Everyone has disappeared and I can't seem to find any of them. Oliver isn't answering his phone. I'm assuming he's with Abby and I don't want to know what they're doing. He didn't come back this morning and Abby disappeared after she went after him. I can only guess that Dylan was right for once and they're staying in for the day.

After the issue with Avery, Dylan and Mason went to blow off steam at the gym and Melanie said she was too beat and going back to bed. I'm now on my own. I thought someone would want to go shopping with me but now I can't even get a hold of my father who's probably at the office here and my mother is no where I can find.

I'm wandering around the lobby when I see Ethan walking down one of the corridors towards the patio. I decide to follow him just in case Avery is getting herself into more trouble. I go down the hall and out the patio door when I see Ethan lean over and kiss my mother. Not a kiss on the cheek or a peck of a kiss but a kiss kiss.

"Oh my God." I whisper to myself. I can't move. It's like one of those horrible horror movies that are scary and gross, but no matter how bad it is you can't stop watching it. That's this. I'm stuck watching it. I have a horrible lump in my throat and I feel like I'm going to puke, this is my mom and a guy my age. Ethan, the guy we know is bad news. The one who will steal her money and take everything my mother cares about away from her. The same jerk that used Abby is now kissing my mother. "I'm gonna be sick."

I race back inside and up to my room. What do I do? How am I supposed to tell Dad? How do I tell Ollie? This is terrible. I rush to the bathroom just in time as I feel the contents of my stomach come heaving up.

"Kate? Kate are you sick sweetheart?" Dylan calls to me through the door. I didn't even notice he was here.

"Yeah, I'm not feeling too good babe." I sit back and hold my head. I can't even stop the tears. What happened to my mother? How can I even look at her the same way now?

The door slowly opens and Dylan puts his head in to look at me. "Katie?" He says softly and comes in immediately going to his knees to sit next to me. "Baby come here. What happened?"

I curl up in his lap and snuggle against his chest. My guy is the best but I don't know what to tell him or if I should tell him anything. Dylan is Ollie's best friend he'll tell him. I can't hurt Ollie this way, not until I get a chance to confront our mother. She needs to be the one who tells them her mistake.

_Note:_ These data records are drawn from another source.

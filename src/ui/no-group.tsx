import { Notice } from './notice';
import { PageHeader } from './page-header';

/** In place of a page that shows what belongs to a group, for people who are in none. */
export function NoGroup({ title }: { title: string }) {
  return (
    <>
      <PageHeader title={title} />
      <Notice kind="info" title="You are in no group">
        Catalogues and runs belong to a group. Stars, materials and the calculator are open to you.
      </Notice>
    </>
  );
}
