import type { RunInputs } from '@/entities/run-inputs';
import { exactText as exact } from './run-figures';

/** A name, a value in words and, where there is one, a remark. */
export type InputLine = { term: string; value: string; remark?: string };

/** The frozen inputs of a run, readable. */
export function inputLines(inputs: RunInputs): InputLine[] {
  return [
    {
      term: 'Catalogue',
      value: inputs.catalogue.name,
      remark: `${inputs.catalogue.rows.toLocaleString('en-US')} rows`,
    },
    starLine(inputs.star),
    {
      term: 'Spectrum',
      value: inputs.star.spectrum ? 'table' : 'black body',
      remark: inputs.star.citation || undefined,
    },
    ...releaseLines(inputs),
    opticsLine(inputs.optics),
    ...surroundings(inputs),
    ...inputs.materials.map(({ name, version, densityKgM3, citation }) => ({
      term: 'Optical constants',
      value: `${name}, version ${version}, ${exact(densityKgM3 / 1000)} g/cm³`,
      remark: citation,
    })),
  ];
}

function starLine({ name, slug, version, massSun, luminositySun, teffK }: RunInputs['star']): InputLine {
  const numbers = `${exact(massSun)} M☉, ${exact(luminositySun)} L☉, ${exact(teffK)} K`;
  return slug === null
    ? { term: 'Star', value: numbers, remark: 'own numbers' }
    : { term: 'Star', value: name, remark: `${numbers}; version ${version}` };
}

function releaseLines({ release, betaCritical }: RunInputs): InputLine[] {
  const where = {
    pericentre: 'at pericentre',
    apocentre: 'at apocentre',
    anomaly: `at true anomaly ${exact(release.trueAnomalyDeg ?? 0)}°`,
  };
  const parent = release.parentBeta ? `; parent with beta ${exact(release.parentBeta)}` : '';
  return [
    {
      term: 'Release',
      value: `${exact(release.distanceAu)} au from the star, ${where[release.at]}`,
      remark: `parent orbit of eccentricity ${exact(release.eccentricity)}${parent}`,
    },
    { term: 'Critical beta', value: exact(betaCritical), remark: 'grains with this beta or more are unbound' },
  ];
}

const mixingNames = { bruggeman: 'Bruggeman', maxwellGarnett: 'Maxwell Garnett' };

function opticsLine({ model, qpr, porosity, mixing, mantle }: RunInputs['optics']): InputLine {
  const term = 'Optics';
  if (model === 'constant') return { term, value: `constant Q_pr of ${exact(qpr ?? 1)}` };
  if (mantle)
    return {
      term,
      value: 'Mie theory of coated spheres',
      remark: `coating of ${mantle.material}, ${exact(mantle.volumeFraction * 100)} % of the volume`,
    };
  if (porosity === undefined || porosity === 0) return { term, value: 'Mie theory of solid spheres' };
  const rule = `${mixingNames[mixing ?? 'bruggeman']} mixing`;
  const share = porosity === 'fromDensity' ? 'porosity of each grain from its density' : `porosity ${exact(porosity)}`;
  return { term, value: 'Mie theory of porous spheres', remark: `${share}, ${rule}` };
}

function surroundings({ wind, disc, charging }: RunInputs): InputLine[] {
  const lines: InputLine[] = [];
  if (wind) {
    const value = `${exact(wind.massLossSunPerYr)} M☉ per year at ${exact(wind.speedKmS)} km/s`;
    lines.push({ term: 'Stellar wind', value, remark: `momentum transfer ${exact(wind.qsw)}` });
  }
  if (disc)
    lines.push({
      term: 'Disc',
      value: `optical depth ${exact(disc.opticalDepth)}`,
      remark: 'face on, at the release distance',
    });
  if (charging)
    lines.push({
      term: 'Charging',
      value: `${exact(charging.potentialV)} V`,
      remark: `azimuthal field ${exact(charging.fieldNT)} nT`,
    });
  return lines;
}
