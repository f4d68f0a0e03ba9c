'use client';

import type { RunDraft } from './run-draft';
import type { FieldProblems } from './run-request-of-draft';
import { RunTextField } from './run-text-field';

type StarNumbersText = Pick<RunDraft, 'massSun' | 'luminositySun' | 'teffK'>;
type Props = {
  numbers: StarNumbersText;
  problems: FieldProblems;
  onChange: (changed: Partial<StarNumbersText>) => void;
};

export function StarNumbersFields({ numbers, problems, onChange }: Props) {
  return (
    <div className="grid gap-4 sm:grid-cols-3">
      <RunTextField
        label="Mass"
        unit="M☉"
        value={numbers.massSun}
        onChange={(massSun) => onChange({ massSun })}
        problem={problems['star.massSun']}
      />
      <RunTextField
        label="Luminosity"
        unit="L☉"
        value={numbers.luminositySun}
        onChange={(luminositySun) => onChange({ luminositySun })}
        problem={problems['star.luminositySun']}
      />
      <RunTextField
        label="Effective temperature"
        unit="K"
        value={numbers.teffK}
        onChange={(teffK) => onChange({ teffK })}
        problem={problems['star.teffK']}
      />
    </div>
  );
}
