package hissledger.device;

/** The physical kind of a noise generator in a front end. */
public enum NoiseKind {
    SOURCE("source"),
    PATH_THERMAL("path thermal"),
    PATH_EXCESS("path excess"),
    SUPPLY("supply"),
    BASE_SHOT("base shot"),
    BASE_FLICKER("base flicker"),
    BASE_RESISTANCE("base resistance"),
    COLLECTOR_SHOT("collector shot"),
    EMITTER_RESISTANCE("emitter resistance"),
    CHANNEL("channel"),
    CHANNEL_FLICKER("channel flicker"),
    GATE_LEAKAGE("gate leakage"),
    INDUCED_GATE("induced gate"),
    COMMON_LEAD("common lead"),
    GAIN_RESISTOR("gain resistor"),
    FEEDBACK_RESISTOR("feedback resistor"),
    LOAD("load"),
    LOAD_EXCESS("load excess"),
    NEXT_STAGE_VOLTAGE("next stage voltage"),
    NEXT_STAGE_CURRENT("next stage current"),
    AMPLIFIER_VOLTAGE("amplifier voltage"),
    AMPLIFIER_CURRENT("amplifier current"),
    OTHER_SIDE("other side");

    private final String label;

    NoiseKind(String label) {
        this.label = label;
    }

    /** The words under which results name this kind. */
    public String label() {
        return label;
    }
}
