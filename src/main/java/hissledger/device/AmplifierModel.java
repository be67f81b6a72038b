package hissledger.device;

import hissledger.physics.Require;

/**
 * A behavioural amplifier: equivalent input noise voltage and current with their flicker corners, and an input impedance
 * that is noiseless because its noise is part of the stated current noise.
 *
 * @param voltsPerRootHertz en, V/√Hz; ≥ 0
 * @param voltageCornerHertz corner of en², Hz; ≥ 0
 * @param ampsPerRootHertz in, A/√Hz; ≥ 0
 * @param currentCornerHertz corner of in², Hz; ≥ 0
 * @param inputOhms input resistance, Ω; &gt; 0, infinite for none
 * @param inputFarads input capacitance, F; ≥ 0
 */
public record AmplifierModel(
        double voltsPerRootHertz,
        double voltageCornerHertz,
        double ampsPerRootHertz,
        double currentCornerHertz,
        double inputOhms,
        double inputFarads) {
    public AmplifierModel {
        Require.notNegative("voltsPerRootHertz", voltsPerRootHertz, "V/√Hz");
        Require.notNegative("voltageCornerHertz", voltageCornerHertz, "Hz");
        Require.notNegative("ampsPerRootHertz", ampsPerRootHertz, "A/√Hz");
        Require.notNegative("currentCornerHertz", currentCornerHertz, "Hz");
        if (!(inputOhms > 0.0)) {
            throw new IllegalArgumentException("inputOhms must be > 0 Ω, was " + inputOhms);
        }
        Require.notNegative("inputFarads", inputFarads, "F");
    }
}
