package hissledger.device;

import hissledger.twoport.Generator;

/**
 * One noise generator of a front end.
 *
 * @param name the name of its entry, unique within a front end
 * @param kind its physical kind
 */
public record NoiseSource(String name, NoiseKind kind) implements Generator {
    /** A generator named after its kind. */
    public static NoiseSource of(NoiseKind kind) {
        return new NoiseSource(kind.label(), kind);
    }
}
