package hissledger.device;

/** What kind of active device a sheet describes. */
public enum DeviceKind {
    BIPOLAR("bipolar"),
    JFET("jfet"),
    AMPLIFIER("amplifier");

    private final String label;

    DeviceKind(String label) {
        this.label = label;
    }

    /** The word used in files and results. */
    public String label() {
        return label;
    }
}
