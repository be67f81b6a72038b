package hissledger.device;

import hissledger.physics.Require;

/**
 * Flicker noise of a JFET's channel, referred to its gate: {@code S_v = e² (f₀/f)^α}, the flicker part alone.
 *
 * @param voltsPerRootHertz e at f₀, V/√Hz; ≥ 0
 * @param hertz f₀, Hz; &gt; 0
 * @param exponent α, dimensionless; &gt; 0, 1 unless stated
 */
public record ChannelFlicker(double voltsPerRootHertz, double hertz, double exponent) {
    public ChannelFlicker {
        Require.notNegative("voltsPerRootHertz", voltsPerRootHertz, "V/√Hz");
        Require.positive("hertz", hertz, "Hz");
        Require.positive("exponent", exponent, "");
    }
}
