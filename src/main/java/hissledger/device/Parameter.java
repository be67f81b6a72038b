package hissledger.device;

import hissledger.physics.Require;
import java.util.Map;
import java.util.OptionalDouble;

/**
 * One value of a device as its sheet states it: any of least, typical and greatest, and where it comes from.
 *
 * <p>Where the typical value is missing, {@link #representative()} follows a documented rule: the geometric mean of least
 * and greatest where both are stated (their arithmetic mean where least is zero), else the one bound there is.
 *
 * @param min the least value, SI
 * @param typical the typical value, SI
 * @param max the greatest value, SI
 * @param basis where the value comes from
 * @param reference title, publisher and document, or the derivation; empty where the basis asks for none
 * @param conditions under which it holds; empty where not stated
 * @param at companion values it is stated with, SI
 */
public record Parameter(
        OptionalDouble min,
        OptionalDouble typical,
        OptionalDouble max,
        Basis basis,
        String reference,
        String conditions,
        Map<StatedAt, Double> at) {
    public Parameter {
        at = Map.copyOf(at);
        if (min.isEmpty() && typical.isEmpty() && max.isEmpty()) {
            throw new IllegalArgumentException("a parameter needs at least one of min, typical and max");
        }
        double below = Double.NEGATIVE_INFINITY;
        for (OptionalDouble value : new OptionalDouble[] {min, typical, max}) {
            if (value.isPresent()) {
                Require.finite("value", value.getAsDouble(), "");
                if (!(value.getAsDouble() >= below)) {
                    throw new IllegalArgumentException(
                            "min, typical and max must not fall, but " + value.getAsDouble() + " follows " + below);
                }
                below = value.getAsDouble();
            }
        }
    }

    /** A parameter with a typical value alone, without reference. */
    public static Parameter typical(double value, Basis basis) {
        return new Parameter(
                OptionalDouble.empty(), OptionalDouble.of(value), OptionalDouble.empty(), basis, "", "", Map.of());
    }

    /** The value that a typical calculation uses; see the rule above. */
    public double representative() {
        if (typical.isPresent()) {
            return typical.getAsDouble();
        }
        if (min.isPresent() && max.isPresent()) {
            double least = min.getAsDouble();
            double greatest = max.getAsDouble();
            return least > 0.0 ? Math.sqrt(least * greatest) : 0.5 * (least + greatest);
        }
        return min.isPresent() ? min.getAsDouble() : max.getAsDouble();
    }

    /** How the representative value came about, in words; empty where it is the stated typical value. */
    public String rule() {
        if (typical.isPresent()) {
            return "";
        }
        if (min.isPresent() && max.isPresent()) {
            return min.getAsDouble() > 0.0 ? "geometric mean of its min and max" : "mean of its min and max";
        }
        return min.isPresent() ? "its min" : "its max";
    }

    /** The least value of production: min where stated, else the representative value. */
    public double least() {
        return min.orElse(representative());
    }

    /** The greatest value of production: max where stated, else the representative value. */
    public double greatest() {
        return max.orElse(representative());
    }
}
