package hissledger.device;

/** A device sheet lacks a parameter that the calculation needs and for which there is no documented default. */
public final class IncompleteDeviceException extends IllegalArgumentException {
    private static final long serialVersionUID = 1L;

    /** Names the device and the parameter. */
    public IncompleteDeviceException(String deviceId, String parameterKey) {
        super("device " + deviceId + " states no " + parameterKey
                + ", which the calculation needs; add it to its file");
    }
}
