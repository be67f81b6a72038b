package hissledger.device;

import hissledger.physics.Require;
import hissledger.physics.ShotNoise;
import hissledger.physics.Thermal;
import hissledger.twoport.ChainPass;
import hissledger.twoport.SmallSignal;
import hissledger.twoport.Spectrum;

/**
 * A JFET at one quiescent point.
 *
 * <p>Generators between its terminals: channel noise {@code 4kTγgm} drawn into the drain; channel flicker, the gate-referred
 * density times gm², drawn into the drain; gate leakage shot {@code 2q IG} drawn into the gate; induced gate noise, of which
 * the part correlated with the channel rides on the channel's generator and the rest, {@code (1 − c²)}, is a generator of
 * its own drawn into the gate.
 *
 * <p>Sources: A. van der Ziel, Proc. IRE 50 (1962) 1808 and Proc. IEEE 51 (1963) 461.
 *
 * @param model the JFET
 * @param currentAmps drain current ID, A; &gt; 0, not above IDSS
 * @param temperatureKelvin channel temperature, K; &gt; 0
 */
public record BiasedJfet(JfetModel model, double currentAmps, double temperatureKelvin) implements Transistor {
    private static final NoiseSource CHANNEL = NoiseSource.of(NoiseKind.CHANNEL);
    private static final NoiseSource CHANNEL_FLICKER = NoiseSource.of(NoiseKind.CHANNEL_FLICKER);
    private static final NoiseSource GATE_LEAKAGE = NoiseSource.of(NoiseKind.GATE_LEAKAGE);
    private static final NoiseSource INDUCED_GATE = NoiseSource.of(NoiseKind.INDUCED_GATE);
    /** Rounding of an IDSS that was computed rather than read. */
    private static final double SATURATION_ROUNDING = 1.0 + 1e-12;
    /** The induced spectrum is stated at this frequency and grows as f². */
    private static final double REFERENCE_HERTZ = 1.0;

    private static final double AS_FREQUENCY_SQUARED = -2.0;

    public BiasedJfet {
        Require.positive("currentAmps", currentAmps, "A");
        Require.positive("temperatureKelvin", temperatureKelvin, "K");
        if (currentAmps > model.law().saturationAmps() * SATURATION_ROUNDING) {
            throw new IllegalArgumentException(
                    "currentAmps must not exceed IDSS, " + model.law().saturationAmps() + " A, was " + currentAmps);
        }
    }

    @Override
    public SmallSignal smallSignal() {
        return model.smallSignal(currentAmps, temperatureKelvin);
    }

    @Override
    public double inputResistanceOhms() {
        return 0.0;
    }

    @Override
    public double leadResistanceOhms() {
        return 0.0;
    }

    @Override
    public double inputCurrentAmps() {
        return model.leakage().at(temperatureKelvin);
    }

    /** Overdrive {@code |VGS − VGS(off)| = 2 ID/gm} of the square law, V. */
    @Override
    public double lawVolts() {
        return 2.0 * currentAmps / smallSignal().transconductanceSiemens();
    }

    @Override
    public void enterGenerators(ChainPass pass, int devices) {
        double gm = smallSignal().transconductanceSiemens();
        double fourKt = Thermal.fourKt(temperatureKelvin);
        double channel = fourKt * model.channelNoiseFactor() * gm;
        if (model.induced().isPresent()) {
            InducedGateNoise induced = model.induced().get();
            double gateSeconds = model.gateSourceFarads() / gm;
            // j1/j2 = jc √(S_induced/S_channel) = jω c (Cgs/gm) √(δ/γ)
            double inducedSeconds =
                    induced.correlation() * gateSeconds * Math.sqrt(induced.delta() / model.channelNoiseFactor());
            pass.correlatedCurrents(CHANNEL, Spectrum.white(devices * channel), inducedSeconds);
            double omegaC = 2.0 * Math.PI * REFERENCE_HERTZ * model.gateSourceFarads();
            double rest = fourKt
                    * induced.delta()
                    * (1.0 - induced.correlation() * induced.correlation())
                    * omegaC
                    * omegaC
                    / gm;
            pass.inputCurrent(INDUCED_GATE, Spectrum.powerLaw(devices * rest, REFERENCE_HERTZ, AS_FREQUENCY_SQUARED));
        } else {
            pass.outputCurrent(CHANNEL, Spectrum.white(devices * channel));
        }
        if (model.flicker().isPresent()) {
            ChannelFlicker flicker = model.flicker().get();
            double drainReferred = gm * flicker.voltsPerRootHertz();
            pass.outputCurrent(
                    CHANNEL_FLICKER,
                    Spectrum.powerLaw(devices * drainReferred * drainReferred, flicker.hertz(), flicker.exponent()));
        }
        pass.inputCurrent(GATE_LEAKAGE, Spectrum.white(devices * ShotNoise.ampsSquaredPerHertz(inputCurrentAmps())));
    }
}
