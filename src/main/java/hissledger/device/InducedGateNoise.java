package hissledger.device;

import hissledger.physics.Require;

/**
 * Induced gate noise, {@code S_i = 4kT δ (ω Cgs)²/gm}, with the correlation j c to the channel's noise current.
 *
 * <p>Source: A. van der Ziel, <cite>Gate noise in field effect transistors at moderately high frequencies</cite>, Proc. IEEE
 * 51 (1963) 461.
 *
 * @param delta δ, dimensionless; ≥ 0; 4/3 for a long channel
 * @param correlation c, dimensionless; −1 to 1; 0.395 for a long channel
 */
public record InducedGateNoise(double delta, double correlation) {
    public InducedGateNoise {
        Require.notNegative("delta", delta, "");
        if (!(Math.abs(correlation) <= 1.0)) {
            throw new IllegalArgumentException("correlation must lie between -1 and 1, was " + correlation);
        }
    }
}
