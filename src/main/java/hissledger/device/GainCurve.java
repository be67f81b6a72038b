package hissledger.device;

import hissledger.physics.MonotoneCubic;
import hissledger.physics.Require;

/**
 * Current gain hFE as a function of collector current, through given points.
 *
 * <p>Between points ln hFE is a monotone cubic in ln IC ({@link MonotoneCubic}): no overshoot between two published values,
 * and smooth enough for a minimum search. Outside the points the slope of the nearest segment continues for one decade;
 * beyond that decade the value is held. One point makes a flat curve.
 */
public final class GainCurve {
    private static final double DECADE = Math.log(10.0);

    private final MonotoneCubic lnGain;

    private GainCurve(MonotoneCubic lnGain) {
        this.lnGain = lnGain;
    }

    /**
     * The curve through the points.
     *
     * @param currentAmps collector currents, A; &gt; 0 and strictly rising
     * @param gain current gains at them, dimensionless; &gt; 0
     */
    public static GainCurve through(double[] currentAmps, double[] gain) {
        for (int k = 1; k < currentAmps.length; k++) {
            if (!(currentAmps[k] > currentAmps[k - 1])) {
                throw new IllegalArgumentException("the currents of a gain curve must rise, but " + currentAmps[k]
                        + " A follows " + currentAmps[k - 1] + " A");
            }
        }
        if (currentAmps.length == 0 || currentAmps.length != gain.length) {
            throw new IllegalArgumentException("a gain curve needs as many gains as currents, and at least one; had "
                    + gain.length + " and " + currentAmps.length);
        }
        double[] x = new double[currentAmps.length];
        double[] y = new double[gain.length];
        for (int k = 0; k < x.length; k++) {
            x[k] = Math.log(Require.positive("currentAmps", currentAmps[k], "A"));
        }
        for (int k = 0; k < y.length; k++) {
            y[k] = Math.log(Require.positive("gain", gain[k], ""));
        }
        return new GainCurve(MonotoneCubic.through(x, y));
    }

    /** The same gain at every current. */
    public static GainCurve flat(double gain) {
        return through(new double[] {1e-3}, new double[] {gain});
    }

    /** hFE at a collector current, A; &gt; 0. */
    public double at(double currentAmps) {
        double x = Math.log(currentAmps);
        double y = lnGain.at(x);
        int points = lnGain.size();
        if (points > 1 && x < lnGain.first()) {
            y += Math.max(x - lnGain.first(), -DECADE) * lnGain.segmentSlope(0);
        } else if (points > 1 && x > lnGain.last()) {
            y += Math.min(x - lnGain.last(), DECADE) * lnGain.segmentSlope(points - 2);
        }
        return Math.exp(y);
    }

    /** Whether a current lies outside the points, so that the value there is continued and not published. */
    public boolean isContinuedAt(double currentAmps) {
        double x = Math.log(currentAmps);
        return lnGain.size() > 1 && (x < lnGain.first() || x > lnGain.last());
    }

    /** The same curve with every gain multiplied by {@code factor}; &gt; 0. */
    public GainCurve scaled(double factor) {
        return new GainCurve(lnGain.plus(Math.log(Require.positive("factor", factor, ""))));
    }
}
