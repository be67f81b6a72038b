package hissledger.device;

/** A companion value that a parameter is stated with: where it holds, or how it moves away from there. */
public enum StatedAt {
    /** Collector or drain current, A. */
    CURRENT("current"),
    /** Temperature, K. */
    TEMPERATURE("temperature"),
    /** Rise of temperature that doubles it, K. */
    DOUBLING_STEP("doublingStep"),
    /** Frequency, Hz. */
    FREQUENCY("frequency"),
    /** Exponent of its law, dimensionless. */
    EXPONENT("exponent"),
    /** Correlation with the channel noise, dimensionless. */
    CORRELATION("correlation");

    private final String key;

    StatedAt(String key) {
        this.key = key;
    }

    /** The key in a device file. */
    public String key() {
        return key;
    }
}
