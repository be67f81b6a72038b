package hissledger.device;

/** Where a device value comes from. */
public enum Basis {
    /** Printed in the maker's sheet or application note. */
    MAKER("maker"),
    /** Measured on samples and published. */
    MEASURED("measured"),
    /** Computed from published values; the reference holds the derivation. */
    DERIVED("derived"),
    /** Common practice of the trade, no source. */
    PRACTICE("practice"),
    /** From memory, to be checked. */
    MEMORY("memory"),
    /** Invented, for demonstration only. */
    INVENTED("invented");

    private final String label;

    Basis(String label) {
        this.label = label;
    }

    /** The word used in files and results. */
    public String label() {
        return label;
    }

    /** Whether a value of this basis must be accompanied by its reference. */
    public boolean needsReference() {
        return this == MAKER || this == MEASURED || this == DERIVED;
    }
}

"I think I just ate something that didn't agree with me." I tell him. He holds me close and rubs my back soothing my nerves. He's such a great guy. "Can we just snuggle with a movie?"

"Sure baby, anything you want." Dylan says scooping me up and carrying me to the bed. I'm going to be crying my eyes out soon enough and I know I'll have to explain. I just hope he gets why he can't tell Ollie.